No its not that easy.
(or should I say its not that hard to recover your gold and refine it to purity)

have you guys ever thought of making some square wheels? then you would not have to worry about flat tires.


----------



## Harold_V (Dec 1, 2011)

butcher said:


> have you guys ever thought of making some square wheels? then you would not have to worry about flat tires.


Chuckle!
Makes just as much sense. 

I've long said one should not waste time trying to improve on a process that has been proven by time. Do that only if your objective is to re-invent the wheel. If your objective is to accumulate and refine gold, there's no shortage of methods that are known to work. Why waste valuable time screwing with the unknown?

Harold


----------



## Lino1406 (Dec 1, 2011)

Are not such a bad idea if
your road is made of stairs.


----------



## gold4mike (Dec 1, 2011)

:shock: :roll:


----------



## Lou (Mar 19, 2012)

I accidentally deposited a beautiful layer of gold when I was flame sealing some quartz ampoules containing gold-tin alloy ( a catalyst/promoter for the preparation of black phosphorus).

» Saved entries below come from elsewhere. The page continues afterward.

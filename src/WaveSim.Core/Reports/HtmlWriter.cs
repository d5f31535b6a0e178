using System.Text;

namespace WaveSim.Core.Reports;

/// <summary>
/// A small builder of XHTML-compatible markup: every element closed, void elements self-closed, only the five XML
/// entities used, so the page parses both as HTML and as XML.
/// </summary>
internal sealed class HtmlWriter
{
    readonly StringBuilder _sb = new();

    /// <summary>Escapes text for element content and attribute values.</summary>
    public static string Escape(string text) => text
        .Replace("&", "&amp;").Replace("<", "&lt;").Replace(">", "&gt;").Replace("\"", "&quot;").Replace("'", "&apos;");

    public HtmlWriter Raw(string markup) { _sb.Append(markup); return this; }

    public HtmlWriter Line(string markup) { _sb.Append(markup).Append('\n'); return this; }

    /// <summary>An element with escaped text content and optional attributes (name, value pairs; values escaped).</summary>
    public HtmlWriter El(string tag, string text, params (string Name, string Value)[] attributes)
    {
        _sb.Append('<').Append(tag);
        foreach (var (n, v) in attributes) _sb.Append(' ').Append(n).Append("=\"").Append(Escape(v)).Append('"');
        _sb.Append('>').Append(Escape(text)).Append("</").Append(tag).Append(">\n");
        return this;
    }

    /// <summary>A table row of header cells.</summary>
    public HtmlWriter HeaderRow(IEnumerable<string> cells)
    {
        _sb.Append("<tr>");
        foreach (var c in cells) _sb.Append("<th>").Append(Escape(c)).Append("</th>");
        _sb.Append("</tr>\n");
        return this;
    }

    /// <summary>A table row; each cell's class is left out when null.</summary>
    public HtmlWriter Row(IEnumerable<(string Text, string? Class)> cells)
    {
        _sb.Append("<tr>");
        foreach (var (t, c) in cells)
            _sb.Append(c is null ? "<td>" : $"<td class=\"{Escape(c)}\">").Append(Escape(t)).Append("</td>");
        _sb.Append("</tr>\n");
        return this;
    }

    /// <summary>A table row whose cells may carry a title, shown on hover (the rule that judged the cell).</summary>
    public HtmlWriter Row(IEnumerable<(string Text, string? Class, string? Title)> cells)
    {
        _sb.Append("<tr>");
        foreach (var (t, c, title) in cells)
        {
            _sb.Append("<td");
            if (c is not null) _sb.Append(" class=\"").Append(Escape(c)).Append('"');
            if (title is not null) _sb.Append(" title=\"").Append(Escape(title)).Append('"');
            _sb.Append('>').Append(Escape(t)).Append("</td>");
        }
        _sb.Append("</tr>\n");
        return this;
    }

    /// <summary>Characters written so far.</summary>
    public int Length => _sb.Length;

    /// <summary>An embedded PNG picture.</summary>
    public HtmlWriter Image(string id, byte[] png, int width, int height, string alt) =>
        Line($"<img id=\"{Escape(id)}\" src=\"{ReportImages.DataUri(png)}\" width=\"{width}\" height=\"{height}\" alt=\"{Escape(alt)}\" />");

    public override string ToString() => _sb.ToString();
}
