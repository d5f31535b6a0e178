using System.Globalization;
using WaveSim.Core.Units;

namespace WaveSim.Core.Reports;

/// <summary>
/// How the report prints numbers: an engineering prefix and three significant digits, never an exponent, and a time
/// smaller than half the solver's step (a rounding residue, e.g. the difference of two equal instants) as 0; likewise a
/// voltage below 1 nV and a current below 1 pA, far under any instrument's resolution (common practice, no source), so a
/// level the solver settles to 2e-13 V reads 0 V, not "218 fV".
/// </summary>
/// <param name="StepS">The solver's time step, s: the resolution of every time the run measures.</param>
public sealed record ReportNumbers(double StepS)
{
    /// <summary>Significant digits of a figure.</summary>
    public const int Digits = 3;

    /// <summary>A time or delay, e.g. "1.23 ns"; below half a step "0 s"; "-" for none.</summary>
    public string S(double? seconds) => seconds is not { } x ? "-" : Math.Abs(x) < StepS / 2 ? "0 s" : Quantity.Format(x, "s", Digits);

    /// <summary>A voltage, e.g. "-12.5 mV"; below 1 nV "0 V"; "-" for none.</summary>
    public static string V(double? volts) => volts is not { } x ? "-" : Math.Abs(x) < 1e-9 ? "0 V" : Quantity.Format(x, "V", Digits);

    /// <summary>A current, e.g. "10 mA"; below 1 pA "0 A"; "-" for none.</summary>
    public static string A(double? amps) => amps is not { } x ? "-" : Math.Abs(x) < 1e-12 ? "0 A" : Quantity.Format(x, "A", Digits);

    /// <summary>A power, e.g. "2.5 mW"; "-" for none.</summary>
    public static string W(double? watts) => watts is { } x ? Quantity.Format(x, "W", Digits) : "-";

    /// <summary>A percentage with one decimal, e.g. "4.2 %" ("-0.0" prints as "0.0"); "-" for none.</summary>
    public static string Pct(double? pct) => pct is { } x
        ? (Math.Round(x, 1) == 0 ? 0.0 : x).ToString("F1", CultureInfo.InvariantCulture) + " %" : "-";
}
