using System.Globalization;
using System.Text.RegularExpressions;
using WaveSim.Core.Io;

namespace WaveSim.Core.Measurements;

PVD can have some very thick gold. I once scored a bunch of gold deposited items that were very, very good.


----------



## butcher (Mar 20, 2012)

I would imagine that they use vacuum deposition of precious metals a lot in industry now a days and much of the electronic scrap we process may have used this method in its manufacturing processes.

I think it would be very hard to recover values with this method unless you had the equipment already set up in your shed.

I know gold chloride will vapor off in gas in high temperature, and can condense on the walls of cooler surface (my guess at a much lower temperature than the 1100 degrees C as stated earlier in this thread, and probably other metals salts, or acid salts, may change the vapor points of the volatility of these metals as gaseous compounds, just a guess here).

For me vaporizing valuable metals is something I have tried to avoid, but I can see where others can use it as a very useful tool.


----------